Source data:
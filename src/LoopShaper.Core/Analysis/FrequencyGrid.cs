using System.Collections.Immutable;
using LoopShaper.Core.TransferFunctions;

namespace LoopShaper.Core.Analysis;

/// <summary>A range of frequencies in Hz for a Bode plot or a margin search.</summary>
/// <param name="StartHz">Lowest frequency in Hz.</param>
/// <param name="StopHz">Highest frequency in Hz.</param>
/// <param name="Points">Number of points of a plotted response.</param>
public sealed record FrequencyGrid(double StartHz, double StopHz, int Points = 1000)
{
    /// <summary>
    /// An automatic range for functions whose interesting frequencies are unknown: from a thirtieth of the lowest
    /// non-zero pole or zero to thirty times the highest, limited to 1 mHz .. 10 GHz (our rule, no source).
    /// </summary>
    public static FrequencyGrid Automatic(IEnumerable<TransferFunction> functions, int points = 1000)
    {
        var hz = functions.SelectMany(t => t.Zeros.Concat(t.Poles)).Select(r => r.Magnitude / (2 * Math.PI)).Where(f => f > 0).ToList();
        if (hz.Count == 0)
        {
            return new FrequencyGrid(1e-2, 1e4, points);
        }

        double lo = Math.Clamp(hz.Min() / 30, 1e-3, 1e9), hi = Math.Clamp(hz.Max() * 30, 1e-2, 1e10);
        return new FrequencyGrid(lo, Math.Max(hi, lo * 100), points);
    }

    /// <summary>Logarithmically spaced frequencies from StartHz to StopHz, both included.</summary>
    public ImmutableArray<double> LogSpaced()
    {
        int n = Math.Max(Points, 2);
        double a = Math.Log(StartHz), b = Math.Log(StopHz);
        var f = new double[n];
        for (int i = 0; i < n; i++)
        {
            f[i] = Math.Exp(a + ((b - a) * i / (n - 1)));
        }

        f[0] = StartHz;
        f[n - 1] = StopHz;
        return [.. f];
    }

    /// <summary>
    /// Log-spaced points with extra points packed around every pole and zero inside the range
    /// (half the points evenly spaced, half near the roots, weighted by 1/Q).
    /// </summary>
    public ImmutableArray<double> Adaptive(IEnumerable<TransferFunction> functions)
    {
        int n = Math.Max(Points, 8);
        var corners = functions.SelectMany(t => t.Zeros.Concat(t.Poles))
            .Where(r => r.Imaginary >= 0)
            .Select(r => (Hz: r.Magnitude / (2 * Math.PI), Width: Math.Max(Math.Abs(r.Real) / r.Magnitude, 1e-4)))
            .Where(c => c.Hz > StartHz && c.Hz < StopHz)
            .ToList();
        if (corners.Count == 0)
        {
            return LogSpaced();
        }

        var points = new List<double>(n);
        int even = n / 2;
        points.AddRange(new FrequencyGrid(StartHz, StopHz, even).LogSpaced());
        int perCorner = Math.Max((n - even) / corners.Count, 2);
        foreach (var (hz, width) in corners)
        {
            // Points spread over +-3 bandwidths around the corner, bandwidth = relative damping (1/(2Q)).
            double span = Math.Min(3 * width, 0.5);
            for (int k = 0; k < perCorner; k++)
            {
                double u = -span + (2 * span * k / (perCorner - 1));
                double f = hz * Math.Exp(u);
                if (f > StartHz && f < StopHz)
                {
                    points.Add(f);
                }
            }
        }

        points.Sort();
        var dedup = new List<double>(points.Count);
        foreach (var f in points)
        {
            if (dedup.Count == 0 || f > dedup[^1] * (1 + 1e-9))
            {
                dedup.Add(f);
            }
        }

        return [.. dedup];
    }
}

(Exercise objective)
Return the data exactly, every line included.

(Task answer)
filename src/LoopShaper.Core/Analysis/FrequencyGrid.cs
using System.Collections.Immutable;
using LoopShaper.Core.TransferFunctions;

namespace LoopShaper.Core.Analysis;

/// <summary>A range of frequencies in Hz for a Bode plot or a margin search.</summary>
/// <param name="StartHz">Lowest frequency in Hz.</param>
/// <param name="StopHz">Highest frequency in Hz.</param>
/// <param name="Points">Number of points of a plotted response.</param>
public sealed record FrequencyGrid(double StartHz, double StopHz, int Points = 1000)
{
    /// <summary>
    /// An automatic range for functions whose interesting frequencies are unknown: from a thirtieth of the lowest
    /// non-zero pole or zero to thirty times the highest, limited to 1 mHz .. 10 GHz (our rule, no source).
    /// </summary>
    public static FrequencyGrid Automatic(IEnumerable<TransferFunction> functions, int points = 1000)
    {
        var hz = functions.SelectMany(t => t.Zeros.Concat(t.Poles)).Select(r => r.Magnitude / (2 * Math.PI)).Where(f => f > 0).ToList();
        if (hz.Count == 0)
        {
            return new FrequencyGrid(1e-2, 1e4, points);
        }

        double lo = Math.Clamp(hz.Min() / 30, 1e-3, 1e9), hi = Math.Clamp(hz.Max() * 30, 1e-2, 1e10);
        return new FrequencyGrid(lo, Math.Max(hi, lo * 100), points);
    }

    /// <summary>Logarithmically spaced frequencies from StartHz to StopHz, both included.</summary>
    public ImmutableArray<double> LogSpaced()
    {
        int n = Math.Max(Points, 2);
        double a = Math.Log(StartHz), b = Math.Log(StopHz);
        var f = new double[n];
        for (int i = 0; i < n; i++)
        {
            f[i] = Math.Exp(a + ((b - a) * i / (n - 1)));
        }

        f[0] = StartHz;
        f[n - 1] = StopHz;
        return [.. f];
    }

    /// <summary>
    /// Log-spaced points with extra points packed around every pole and zero inside the range
    /// (half the points evenly spaced, half near the roots, weighted by 1/Q).
    /// </summary>
    public ImmutableArray<double> Adaptive(IEnumerable<TransferFunction> functions)
    {
        int n = Math.Max(Points, 8);
        var corners = functions.SelectMany(t => t.Zeros.Concat(t.Poles))
            .Where(r => r.Imaginary >= 0)
            .Select(r => (Hz: r.Magnitude / (2 * Math.PI), Width: Math.Max(Math.Abs(r.Real) / r.Magnitude, 1e-4)))
            .Where(c => c.Hz > StartHz && c.Hz < StopHz)
            .ToList();
        if (corners.Count == 0)
        {
            return LogSpaced();
        }

        var points = new List<double>(n);
        int even = n / 2;
        points.AddRange(new FrequencyGrid(StartHz, StopHz, even).LogSpaced());
        int perCorner = Math.Max((n - even) / corners.Count, 2);
        foreach (var (hz, width) in corners)
        {
            // Points spread over +-3 bandwidths around the corner, bandwidth = relative damping (1/(2Q)).
            double span = Math.Min(3 * width, 0.5);
            for (int k = 0; k < perCorner; k++)
            {
                double u = -span + (2 * span * k / (perCorner - 1));
                double f = hz * Math.Exp(u);
                if (f > StartHz && f < StopHz)
                {
                    points.Add(f);
                }
            }
        }

        points.Sort();
        var dedup = new List<double>(points.Count);
        foreach (var f in points)
        {
            if (dedup.Count == 0 || f > dedup[^1] * (1 + 1e-9))
            {
                dedup.Add(f);
            }
        }

        return [.. dedup];
    }
}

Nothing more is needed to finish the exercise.